Monday, May 21, 2018

In the Acquisitions Department

So, my wife was on a trip to see a good friend for a week. While she was away, I found the need to buy a new electric guitar, electric lawn shears, a ton of potting soil, lots of seasonal plants, underwear, household supplies, cat food and people food, gas for our car, meat for grilling, a t-shirt for an upcoming bike ride, three books, and a harmonica holder. I choose to use that time to acquire things that I am sure will make my life better--to a point.

By the nature of how I acquired what I acquired, you might get the sense that I am not good with being by myself. But, quite the opposite is true. I like being by myself once I settle in to being alone. I like puttering and, that, more than anything else is what makes me want to acquire. When I am with my wife, she reminds me that we have all that we ever need...constantly. However, when she's not there, I notice all the things that need doing and that leads to wanting and wanting to acquiring.

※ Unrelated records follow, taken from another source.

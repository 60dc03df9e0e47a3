/**
 * Loads the demo scenario into a database. Each module adds its demo data
 * through a seeder here; seeders are idempotent (a second run changes nothing).
 */
import { closeDb, initDb } from '../../server/db/client';
import { seedDemoAccounts } from '../../server/users/demo-accounts';
import { seedDemoSite } from '../../server/sites/demo-site';

type Seeder = (log: (m: string) => void) => Promise<void>;

/** Seeders run in order: accounts first, then sites, batteries, profiles. */
const seeders: Seeder[] = [seedDemoAccounts, seedDemoSite];

export async function seedDemo(url: string, log: (m: string) => void): Promise<void> {
  initDb(url, 2);
  try {
    for (const seed of seeders) await seed(log);
  } finally {
    await closeDb();
  }
}
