/**
 * Times an engine command the way people run it, `npm run --silent cli -- …`,
 * as a whole: npm, process start, module loading, input parsing, the engine and
 * the JSON output. Wall time and the CPU time of the whole process tree (npm,
 * the shell and node) are both reported, best of several runs, because the
 * 2-core machine is often shared and waiting for a core inflates only the wall
 * figure. The same command on the TypeScript sources through tsx (the way it
 * ran before the prebuilt bundle) is the baseline.
 */
import { spawnSync } from 'node:child_process';
import { readFileSync } from 'node:fs';

/** User + system seconds of the waited-for children of this process (Linux /proc), or null elsewhere. */
function childCpuSeconds(): number | null {
  try {
    const stat = readFileSync('/proc/self/stat', 'utf8');
    // Fields after the command name in parentheses; cutime and cstime are fields 16 and 17 of the line.
    const fields = stat.slice(stat.lastIndexOf(')') + 2).split(' ');
    const ticks = Number(fields[13]) + Number(fields[14]);
    const perSecond = Number(spawnSync('getconf', ['CLK_TCK'], { encoding: 'utf8' }).stdout.trim()) || 100;
    return Number.isFinite(ticks) ? ticks / perSecond : null;
  } catch {
    return null;
  }
}

interface Run {
  readonly seconds: number;
  readonly cpuSeconds: number | null;
  readonly exitCode: number | null;
  readonly engineSeconds: number | null;
}

function runOnce(args: readonly string[], env: NodeJS.ProcessEnv): Run {
  const cpuBefore = childCpuSeconds();
  const started = performance.now();
  const result = spawnSync('npm', ['run', '--silent', 'cli', '--', ...args], { encoding: 'utf8', env, maxBuffer: 64 << 20 });
  const seconds = (performance.now() - started) / 1000;
  const cpuAfter = childCpuSeconds();
  let engineSeconds: number | null = null;
  try {
    const out = JSON.parse(result.stdout) as { seconds?: unknown };
    engineSeconds = typeof out.seconds === 'number' ? out.seconds : null;
  } catch {
    // Reported through exitCode.
  }
  return {
    seconds,
    cpuSeconds: cpuBefore === null || cpuAfter === null ? null : cpuAfter - cpuBefore,
    exitCode: result.status,
    engineSeconds,
  };
}

const round = (v: number | null) => (v === null ? null : Number(v.toFixed(3)));
const minOf = (xs: readonly (number | null)[]) => (xs.some((x) => x === null) ? null : Math.min(...(xs as number[])));

function best(runs: readonly Run[]) {
  return {
    seconds: round(minOf(runs.map((r) => r.seconds))),
    cpuSeconds: round(minOf(runs.map((r) => r.cpuSeconds))),
    engineSeconds: round(minOf(runs.map((r) => r.engineSeconds))),
    exitCodes: [...new Set(runs.map((r) => r.exitCode))],
  };
}

/**
 * Best of `runs` runs of the command on the prebuilt bundle against best of
 * `baselineRuns` on the sources through tsx, alternating so both see the same load.
 */
export function benchCliCommand(args: readonly string[], targetSeconds: number, runs = 3, baselineRuns = 2) {
  // Prints the usage; the launcher (re)builds the bundle first when a source changed: untimed.
  runOnce(['--help'], process.env);
  const bundle: Run[] = [];
  const sources: Run[] = [];
  for (let i = 0; i < Math.max(runs, baselineRuns); i++) {
    if (i < runs) bundle.push(runOnce(args, process.env));
    if (i < baselineRuns) sources.push(runOnce(args, { ...process.env, SLACKWATER_CLI_SOURCES: '1' }));
  }
  const b = best(bundle);
  const s = best(sources);
  return {
    command: `npm run --silent cli -- ${args.join(' ')}`,
    runs,
    ...b,
    targetSeconds,
    meetsTarget: b.seconds !== null && b.seconds <= targetSeconds,
    tsxSources: { runs: baselineRuns, ...s },
    speedupVsTsxSources: {
      wall: s.seconds && b.seconds ? Number((s.seconds / b.seconds).toFixed(2)) : null,
      cpu: s.cpuSeconds && b.cpuSeconds ? Number((s.cpuSeconds / b.cpuSeconds).toFixed(2)) : null,
    },
  };
}
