/**
 * Recommendation of a horizon study: the shortest horizon whose closed-loop gap
 * to the reference path is at most the target (default 0.5 %) and whose
 * open-loop plans never let the leaving arc reach into the steps they commit.
 * Among runs of that horizon, the smaller gap wins.
 */
export const DEFAULT_GAP_TARGET_PCT = 0.5;

export interface RunFigures {
  readonly horizonHours: number;
  readonly terminal: string;
  readonly gapPct: number;
  readonly leavingIntoCommitted: number;
  readonly solves: number;
}

export interface Recommendation {
  readonly horizonHours: number | null;
  readonly terminal: string | null;
  readonly reason: string;
}

const pct = (v: number) => `${v.toFixed(3)} %`;

export function recommendHorizon(runs: readonly RunFigures[], targetPct = DEFAULT_GAP_TARGET_PCT): Recommendation {
  const usable = runs.filter((r) => Number.isFinite(r.gapPct));
  if (usable.length === 0)
    return { horizonHours: null, terminal: null, reason: 'no run finished, so there is nothing to recommend' };
  const byHorizonThenGap = [...usable].sort((a, b) => a.horizonHours - b.horizonHours || a.gapPct - b.gapPct);
  const good = byHorizonThenGap.find((r) => r.gapPct <= targetPct && r.leavingIntoCommitted === 0);
  if (good) {
    return {
      horizonHours: good.horizonHours,
      terminal: good.terminal,
      reason: `the shortest horizon whose closed-loop cost is within ${pct(targetPct)} of the reference path (gap ${pct(good.gapPct)}) and whose plans never let the leaving arc reach the committed steps`,
    };
  }
  const best = [...usable].sort((a, b) => a.gapPct - b.gapPct || a.horizonHours - b.horizonHours)[0]!;
  const leaving =
    best.leavingIntoCommitted > 0
      ? `; in ${best.leavingIntoCommitted} of ${best.solves} plans the leaving arc reached the committed steps`
      : '';
  return {
    horizonHours: best.horizonHours,
    terminal: best.terminal,
    reason: `no run met the ${pct(targetPct)} target with leaving arcs clear of the committed steps; this run has the smallest gap (${pct(best.gapPct)})${leaving}: consider longer horizons`,
  };
}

Wanting is a poor substitute for companionship or discretionary spending, but it does make me feel good to take care of something without setting the thumbscrews of inquisition into motion. The interlocutor, in this scenario, is my wife asks questions and needs to understand my motivations--something I don't personally have a need of myself. I pretty much have covered that ground when I saw the problem that needed solving, did the research for options, found the best solution and entered credit card data to purchase it.

Now, I am not saying this is a sustainable model of living. I have the kind of mind that can spot a problem within the tips of my fingers, so clearly, I need to rein in my needs a bit or buy a trunk full of lottery tickets and hope for the best. I am, how do you say...impatient. My nature does not want to be fettered by the lack of resources for payment, but alas, I am but a humble public servant. Therefore, I should gladly embrace the much more pecuniary anxieties of my beloved. But where is the fun in that?

Oddly, fun and funeral are separated by "eral" and that is too close to "real" in my book. So, I will behave myself and live within my means--besides, my wife's next trip is in a year.